“I’ll miss this face.” Althea’s eyes trailed across every detail of my face. I sensed her drink me in with her gaze. “How long will it last?”
Her question was not for me, but for Eroan.
“It is reversible only by the one who crafts the glamour,” Eroan answered. “As long as Robin comes back a victor, and I’m still breathing, it will be reversed.”
“Then you better stay alive,” Duncan added, casting a hateful look at the bundle of flesh hidden beneath the sheet. “You’ve just become the second most important man in my life.”
Eroan couldn’t hide his blush.
I hadn’t allowed myself to dwell on the new addition to my original plan. It had always involved a glamour and infiltration. But the face I was to take had only become a recent addition to my ever-changing plot. In my mind, there was no other option. It was practically handed to me on a silver platter.
“Let us leave them to concentrate,” Gyah announced, urging Althea toward the exit of the room with a firm hand. “It’s frowned upon to interrupt the artist who works on their finest piece.”
Eroan waited for the great doors to clang shut behind them before addressing me again. “I’m ready to begin when you are, Robin.”
“Let’s begin then,” I replied, focusing entirely on the covered body, not prepared for what I’d see when the sheet was finally taken off.
“Are you sure?” Eroan persisted. “I ask only a final time.”
“Not at all,” I replied honestly, forcing a wavering smile. “But this is my only option.”
“I’m here,” Duncan said. “And I’m not going anywhere.”
I wondered if he would feel the same way when this was done.
“I am going to stay, too,” Erix said, voice as sharp as steel. “Little bird, you are not alone.”
Altar.
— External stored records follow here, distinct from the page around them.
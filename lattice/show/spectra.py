"""Spectra of a stored field along each axis, and how far the lattice resolves them."""

from __future__ import annotations

import math
from collections.abc import Callable, Iterator
from dataclasses import dataclass

import numpy as np
import numpy.typing as npt

from lattice.geometry.block import Block
from lattice.geometry.stencils import central, staggered
from lattice.store.statefile import StateFile

Real = npt.NDArray[np.float64]

BATCH_VALUES = 2**22
"""Field values held at a time."""
SAMPLE_VALUES = 2**27
"""Values read for one spectrum; larger fields are sampled in evenly spaced batches."""
TOLERATED_ERROR = 0.1
"""Relative error of a first derivative up to which a mode counts as carried by the differences."""
ROUNDING = 1e-28
"""Fluctuating energy in units of the mean's below which it is rounding error: (1e-14)**2."""


@dataclass(frozen=True)
class Spectrum:
    """Mean square of a field by mode along one axis.

    Parameters
    ----------
    axis : str
        "t", "y" or "x".
    component : str
        Of the field.
    wavenumbers : ndarray, shape (modes,)
        Angular wavenumbers, for t frequencies; from 0 to the lattice's limit pi/spacing.
    energy : ndarray, shape (modes,)
        Contribution of each mode to the mean square, averaged over the other axes; sums to it.
    limit : float
        Wavenumber up to which the axis's differences err by at most TOLERATED_ERROR.
    """

    axis: str
    component: str
    wavenumbers: Real
    energy: Real
    limit: float

    @property
    def last_third(self) -> float:
        """Share of the fluctuating energy in the last third of the wavenumbers; NaN for a constant."""
        total = float(self.energy[1:].sum())
        if total <= ROUNDING * float(self.energy[0]):
            return math.nan
        start = math.ceil(2 * (len(self.energy) - 1) / 3)
        return float(self.energy[max(1, start) :].sum()) / total


def spectrum(file: StateFile, component: str, axis: str) -> Spectrum:
    """Return the spectrum of one component along one axis that has more than one node."""
    meta = file.meta
    nodes = meta.shape[meta.axes.index(axis)]
    extent = meta.values.get({"t": "period", "y": "length_y", "x": "length_x"}[axis], 1.0)
    place = "tyx".index(axis)
    total, lines = np.zeros(nodes // 2 + 1), 0
    for block in _batches(file, place):
        values = np.moveaxis(file.part(component, block), place, 0)
        modes = np.fft.rfft(values.reshape(nodes, -1), axis=0) / nodes
        total += (modes.real**2 + modes.imag**2).sum(axis=1)
        lines += modes.shape[1]
    energy = total / lines
    # Every mode but the mean and an even lattice's last one stands for a pair.
    energy[1 : (nodes + 1) // 2] *= 2.0
    wavenumbers = np.arange(nodes // 2 + 1) * (2.0 * np.pi / extent)
    return Spectrum(axis, component, wavenumbers, energy, resolved_phase(file, axis) * nodes / extent)


def _batches(file: StateFile, whole: int) -> Iterator[Block]:
    """Yield blocks that hold axis number `whole` completely and cover the field, or an even sample of it."""
    shape = file.meta.lattice.shape
    cut = [axis for axis in range(3) if axis != whole]
    outer, inner = cut
    width = min(shape[inner], max(1, BATCH_VALUES // shape[whole]))
    depth = min(shape[outer], max(1, BATCH_VALUES // (shape[whole] * width)))
    corners = [(i, j) for i in range(0, shape[outer], depth) for j in range(0, shape[inner], width)]
    most = max(1, SAMPLE_VALUES // (shape[whole] * width * depth))
    for i, j in corners[:: -(-len(corners) // most)]:
        ranges = [(0, n) for n in shape]
        ranges[outer] = (i, min(i + depth, shape[outer]))
        ranges[inner] = (j, min(j + width, shape[inner]))
        yield Block(*ranges[0], *ranges[1], *ranges[2])


def resolved_phase(file: StateFile, axis: str) -> float:
    """Return the phase per node, up to pi, at which the axis's first difference errs by TOLERATED_ERROR."""
    lattice = file.meta.lattice
    if axis == "t":
        return largest_phase(lambda phase: staggered_phase(phase, lattice.order_t))
    order = lattice.order_x if axis == "x" else lattice.order_y
    return largest_phase(lambda phase: central_phase(phase, order))


def central_phase(phase: Real, order: int) -> Real:
    """Return the phase the central first difference of this order sees instead of `phase`."""
    weights = [float(w) for w in central(1, order)]
    reach = len(weights) // 2
    seen: Real = sum(weights[reach + j] * 2.0 * np.sin(j * phase) for j in range(1, reach + 1))
    return seen


def staggered_phase(phase: Real, order: int) -> Real:
    """Return the phase the staggered difference over the midpoint mean of this order sees."""
    difference = [float(w) for w in staggered(1, order)]
    mean = [float(w) for w in staggered(0, order)]
    half = order // 2
    top = sum(difference[half + j] * 2.0 * np.sin((j + 0.5) * phase) for j in range(half))
    bottom = sum(mean[half + j] * 2.0 * np.cos((j + 0.5) * phase) for j in range(half))
    with np.errstate(divide="ignore"):
        return np.asarray(top / bottom)


def largest_phase(seen: Callable[[Real], Real]) -> float:
    """Return the end of the range of phases, from 0, where `seen` errs by at most TOLERATED_ERROR."""
    phases = np.linspace(0.0, np.pi, 2001)[1:]
    wrong = np.abs(seen(phases) / phases - 1.0) > TOLERATED_ERROR
    return float(phases[np.argmax(wrong)]) if wrong.any() else float(np.pi)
Hearing those words were all I needed.
“You are going to need to sit for this,” Eroan said, edging his songful voice with command. “It’s best you are as still as you can be, so please try your hardest for me.”
I did as he asked, taking a seat in a chair provided.
Eroan rubbed his hands together. Then, with disgust drawn over his narrow face, he tugged at the white sheet covering the body and pulled it away. The material rippled onto the floor like water. Everything was silent as I took in the body laid out before him.
Until now, this idea had been a grand one. But looking at Kayne’s lifeless body filled me with nothing but dreaded regret.
CHAPTER 29
My guttural howls of agony drowned out the encouragement Duncan provided me. I heard him beneath my breathy moans and tight-lipped gasps, but that didn’t mean I listened. The more Eroan worked on me, the louder I became, until all of Wychwood likely heard my screams.
The process felt as though my bones shattered and my skin was being continuously split apart. I dared not open my eyes for fear I’d find my flesh melting over Eroan’s hands as he brushed tender fingers over my face, like the paintbrush of an artist.
“Can you give him a moment?” Duncan snapped.
I squeezed his hand, barely registering the click of his fingers beneath my force. If it wasn’t for the precautionary band of iron clasped around my wrist, there would’ve been nothing stopping my power from rising to protect me.
“No.” I heard the fury embedded in Eroan’s reply. He was breathless, as though he climbed the face of a mountain. “If I stop, there is no saying how disjointed the glamour will be. Please, allow me to… focus. Or leave until it is over.”
“It’s fine,” I hissed through gritted teeth. “I’m fine.”
Of course it was a lie, but Duncan couldn’t refuse me.
Instead, Duncan leaned his forehead into my shoulder. I risked a peak and saw no blood, melted flesh or destruction. There was nothing to suggest I should’ve been in so much torture. Eroan’s fingers were feather-light, but where he touched, it was as though he left ruin in his wake.
Gritting my teeth, I leaned into the pain and focused on the body before me. Kayne’s head was turned slightly to face me. His wide eyes were all-seeing. His skin was an ashen grey. I expected him to blink or move. He didn’t. Every now and then, Eroan would turn back to look at Kayne, pausing his work and studying the lines of his face and the details that one would only see up close. Freckles, old scars, the tone of hair and the length of eyelashes. Those moments of painless peace were short-lived. Eroan reached for me again, fingers prepared to mould my face into one that no longer looked like mine I focused on keeping my heart beating.
If I wanted to succeed, this had to work. The glamour was about to make me look like Kayne, to steal his face and use it as my own. Our key into the heart of Aldrick’s base – close enough to kill him.